本项目研究抛物方程及其动力系统的均匀化定量理论，具体如下：（1）利用加权估计、加权对偶方法研究高阶线性抛物方程（组）周期均匀化的收敛速度，进而结合Campanato迭代研究均匀化的一致正则性；（2）利用紧方法研究校正子逼近理论，进而结合Rellich估计、加权估计、非切向极大函数估计以及Campanato迭代，来研究线性抛物方程（组）几乎周期均匀化的收敛速度及一致正则性；（3）利用算子理论、线性抛物方程（组）均匀化理论及无穷维动力系统吸引子理论，研究非线性抛物方程（组）吸引子的周期、几乎周期均匀化的收敛速度及一致正则性。偏微分方程的均匀化理论在物理、工程技术以及材料科学领域有着广泛的应用，是目前偏微分方程及相关领域极为活跃的研究方向。本项目预期结果将进一步丰富和完善偏微分方程均匀化及无穷维动力系统领域现有的理论和结果，并为强非均匀介质及相关问题的数值模拟提供一定的理论指导。

The project is devoted to homogenization theory of parabolic equations and their dynamical systems. More precisely, (1) we use weighted estimates and the weighted duality method to investigate the convergence rate in periodic homogenization of linear higher-order parabolic equations, based on which and proper Campanato iteration method, we explore the uniform regularity in the homogenization; (2) we use the compactness method to study the approximation theory of correctors, then combined with Rellich estimates, weighted estimates, nontangential maximal function estimates and Campanato iteration, we investigate the convergence rate and uniform regularity in almost periodic homogenization of linear parabolic equations; (3) we use the operator theory, homogenization of linear parabolic equations and the theory of attractors to study the convergence rates and uniform regularity estimates in periodic and almost periodic homogenization of attractors for nonlinear parabolic equations.

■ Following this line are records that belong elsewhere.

# ---------------------------------------------------------------------------------------------- one cluster
def thermodynamics_from_spectrum(spectrum: dict, temperatures: np.ndarray) -> np.ndarray:
    """Extensive properties of one cluster at each temperature, from its full spectrum.

    Parameters
    ----------
    spectrum : dict
        Magnetization m -> eigenvalues of H0 in the sector S^z_total = m (units of the couplings), every sector
        (as returned by :func:`hte.exact.cluster_spectrum`).
    temperatures : ndarray
        T > 0 in the same unit, k_B = 1.

    Returns
    -------
    ndarray, shape (5, len(temperatures))
        Rows in the order of ``PROPERTIES``: ln Z, <H0>, beta^2 Var(H0), <M^2>, ln Z + beta <H0>.  The spectrum
        is shifted by its lowest level before exponentiation, so no temperature overflows.
    """
    energies = np.concatenate([np.asarray(levels, dtype=float) for levels in spectrum.values()])
    magnetization = np.concatenate([np.full(len(levels), float(m)) for m, levels in spectrum.items()])
    ground = energies.min()
    excitation = energies - ground
    m_squared = magnetization**2
    beta = 1.0 / np.asarray(temperatures, dtype=float)
    out = np.empty((len(PROPERTIES), beta.size))
    block = max(1, _BOLTZMANN_ENTRIES // energies.size)
    for start in range(0, beta.size, block):
        b = beta[start: start + block]
        weights = np.exp(-b[:, None] * excitation[None, :])
        z = weights.sum(axis=1)
        mean_excitation = weights @ excitation / z
        spread = excitation[None, :] - mean_excitation[:, None]
        variance = np.einsum("ts,ts->t", weights, spread**2) / z
        ln_z = np.log(z)
        out[0, start: start + block] = ln_z - b * ground
        out[1, start: start + block] = ground + mean_excitation
        out[2, start: start + block] = b**2 * variance
        out[3, start: start + block] = weights @ m_squared / z
        out[4, start: start + block] = ln_z + b * mean_excitation
    return out


def cluster_thermodynamics(vg: ValuedGraph, temperatures: np.ndarray) -> np.ndarray:
    """:func:`thermodynamics_from_spectrum` of the valued graph's Hamiltonian (dense diagonalisation per sector)."""
    from hte.exact import cluster_spectrum

    return thermodynamics_from_spectrum(cluster_spectrum(hamiltonian_of(vg)), temperatures)


def _properties_job(args):
    key, vg, temperatures = args
    return key, cluster_thermodynamics(vg, temperatures)


# ---------------------------------------------------------------------------------------------- memory guard
def largest_sector_dimension(twice_spins) -> int:
    """Dimension of the largest S^z_total sector of sites with spins twice_spins[i] / 2."""
    counts = np.array([1], dtype=object)
    for t in twice_spins:
        counts = np.convolve(counts, np.ones(int(t) + 1, dtype=object))
    return int(max(counts))


def diagonalisation_bytes(n_sites: int, twice_spin: int) -> int:
    """Memory of one dense sector diagonalisation of n_sites spins twice_spin/2: the matrix and LAPACK's copy."""
    d = largest_sector_dimension([twice_spin] * n_sites)
    return 2 * 8 * d * d


def check_cluster_size(max_bonds: int, twice_spin: int, memory_limit: int, workers: int = 1) -> None:
    """Raise ResourceLimitError unless clusters of `max_bonds` bonds (up to max_bonds + 1 sites) fit in memory.

    A connected cluster of n bonds has at most n + 1 sites (a tree); `workers` diagonalisations run at once.
    """
    need = workers * diagonalisation_bytes(max_bonds + 1, twice_spin)
    if need <= memory_limit:
        return
    fits = 0
    while fits + 1 < max_bonds and workers * diagonalisation_bytes(fits + 2, twice_spin) <= memory_limit:
        fits += 1
    spin = Fraction(twice_spin, 2)
    hint = f"use max_bonds <= {fits}" if fits >= 2 else "no max_bonds >= 2 fits; raise the memory limit"
    raise ResourceLimitError(
        f"max_bonds {max_bonds}: the largest cluster has up to {max_bonds + 1} spins {spin}, whose largest S^z sector "
        f"has {largest_sector_dimension([twice_spin] * (max_bonds + 1))} states; diagonalising it densely "
        f"({workers} at a time) needs about {need / 2**30:.2f} GiB, above the limit of "
        f"{memory_limit / 2**30:.2f} GiB; {hint} (or pass a larger memory_limit)")


# ---------------------------------------------------------------------------------------------- weights
class LinkedWeights:
    """Cluster properties and linked weights of valued graphs, as arrays over one temperature grid.

    ``weight(key)`` returns W(G), shape (5, n_T) with rows ``PROPERTIES``; the cluster's own property P(G) is
    computed on demand (or in bulk by :meth:`ensure`, optionally in worker processes).
    """

    def __init__(self, temperatures, workers: int = 1):
        self.temperatures = np.asarray(temperatures, dtype=float)
        self.workers = workers
        self.valued: dict[str, ValuedGraph] = {}
        self.own: dict[str, np.ndarray] = {}
        self.linked: dict[str, np.ndarray] = {}
        self.relabelled: dict[tuple, str] = {}  # (local subgraph key, palettes) -> valued key; site value -> key

    def add(self, vg: ValuedGraph) -> str:
        self.valued.setdefault(vg.key, vg)
        return vg.key

    def ensure(self, graphs) -> None:
        """Diagonalise every graph of `graphs` whose property is not known yet."""
        todo = {vg.key: vg for vg in graphs if vg.key not in self.own}
        for vg in todo.values():
            self.add(vg)
        jobs = [(k, vg, self.temperatures) for k, vg in todo.items()]
        if self.workers > 1 and len(jobs) > 1:
            with ProcessPoolExecutor(max_workers=self.workers) as pool:
                results = list(pool.map(_properties_job, jobs, chunksize=max(1, len(jobs) // (4 * self.workers))))
        else:
            results = [_properties_job(j) for j in jobs]
        self.own.update(results)

    def weight(self, key: str) -> np.ndarray:
        """Linked weight W of the valued graph `key` (added before with :meth:`add` or :meth:`ensure`)."""
        if key in self.linked:
            return self.linked[key]
        vg = self.valued[key]
        if key not in self.own:
            self.ensure([vg])
        w = self.own[key].copy()
        if vg.graph.n_edges >= 1:
            for colour in vg.graph.vertex_colours:
                w -= self.weight(self.site_key(vg.vertex_values[colour]))
            for sub_key, count in self.subgraphs(vg).items():
                w -= count * self.weight(sub_key)
        self.linked[key] = w
        return w

    def site_key(self, value) -> str:
        """Key of the one-site graph with vertex value (S, D)."""
        if value not in self.relabelled:
            self.relabelled[value] = self.add(site_graph(value))
        return self.relabelled[value]

    def subgraphs(self, vg: ValuedGraph) -> dict[str, int]:
        """Connected proper subgraphs (>= 1 bond) of `vg` as valued-graph keys -> embedding counts."""
        result: dict[str, int] = {}
        for local_key, count in subgraph_counts(vg.graph).items():
            memo = (local_key, vg.vertex_values, vg.edge_values)
            if memo not in self.relabelled:
                g = key_to_graph(local_key)
                self.relabelled[memo] = self.add(make_valued(
                    g.n_vertices, [vg.vertex_values[c] for c in g.vertex_colours],
                    [(u, v, vg.edge_values[c]) for u, v, c in g.edges]))
            sub_key = self.relabelled[memo]
            result[sub_key] = result.get(sub_key, 0) + count
        return result


# ---------------------------------------------------------------------------------------------- result
@dataclass
class NLCEResult:
    """NLCE curves of one lattice model on an ascending temperature grid (units of the reference coupling).

    Attributes
    ----------
    temperatures : ndarray
        The T grid.
    per : str
        Normalisation: "site", "cell" or "magnetic".
    orders : list of int
        Bond orders 1..max_bonds of the partial sums.
    partial_sums : dict
        Quantity ("lnZ", "chi", "C", "S", "E") -> array (len(orders), n_T) of normalised partial sums.
    estimates : dict
        Quantity ("chi", "C", "S", "E") -> {"bare": last order, "bare_previous": the one before, "wynn": Wynn
        epsilon over all orders, "euler": Euler transformation of the terms from ``euler_start`` on}; a
        resummation that needs more orders than there are is absent.
    curves : dict
        Quantity -> :class:`hte.pade.Band`: estimate = Wynn (bare last order without enough orders), band = the
        range of all candidates in ``estimates``.
    T_conv : dict
        Quantity -> lowest T above which the relative band half-width stays <= tolerance (None: nowhere).
    tolerance : float
    seconds_per_order : list of float
        Wall time of diagonalisation and subtraction for the clusters of each bond order.
    stats : dict
        "enumeration_s", "graph_classes" per order, "largest_cluster_sites".
    metadata : dict
        "lattice", "model", "spin", "couplings", "occupation", "per".
    """

    temperatures: np.ndarray
    per: str
    orders: list
    partial_sums: dict
    estimates: dict
    curves: dict
    T_conv: dict
    tolerance: float
    seconds_per_order: list
    stats: dict = field(default_factory=dict)
    metadata: dict = field(default_factory=dict)

    def to_curve_set(self, label: str | None = None):
        """The same curves as a :class:`hte.curves.CurveSet` (method "nlce") for JSON, CSV and plots."""
        from hte.curves import CurveSet

        candidates = {name: {"accepted": sorted(self.estimates[name]), "rejected": {}} for name in self.curves}
        warnings = [f"{name}: the band exceeds {self.tolerance:g} at every temperature of the grid"
                    for name, t in self.T_conv.items() if t is None]
        metadata = dict(self.metadata, max_bonds=self.orders[-1])
        return CurveSet(self.temperatures, "nlce", dict(self.curves), dict(self.T_conv), self.tolerance, None,
                        candidates, [], warnings, metadata, label)


# ---------------------------------------------------------------------------------------------- lattice sum
def _grid(temperatures) -> np.ndarray:
    grid = np.asarray(temperatures, dtype=float).ravel()
    if grid.size == 0:
        raise ParameterError("temperatures: the grid is empty; give at least one T > 0")
    bad = grid[~(np.isfinite(grid) & (grid > 0))]
    if bad.size:
        raise ParameterError(f"temperatures: T = {bad[0]} is not a positive finite number; every T must be > 0 "
                             "(units of the reference coupling)")
    return np.unique(grid)


def _numeric(value, what: str) -> Fraction:
    if isinstance(value, sympy.Basic) and not value.is_number:
        raise ParameterError(f"{what} = {value}: the NLCE needs numeric values; give a number instead of a symbol")
    return value if isinstance(value, Fraction) else Fraction(str(value))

Homogenization of partial differential equations (systems) has wide applications in physics, mechanics, and materials science, which is now a very active research area in partial differential equations. The project will enrich the existing theory and results in homogenization of partial differential equations and infinite dynamical systems, and will provide theoretical foundation for numerical simulations in strongly inhomogeneous materials.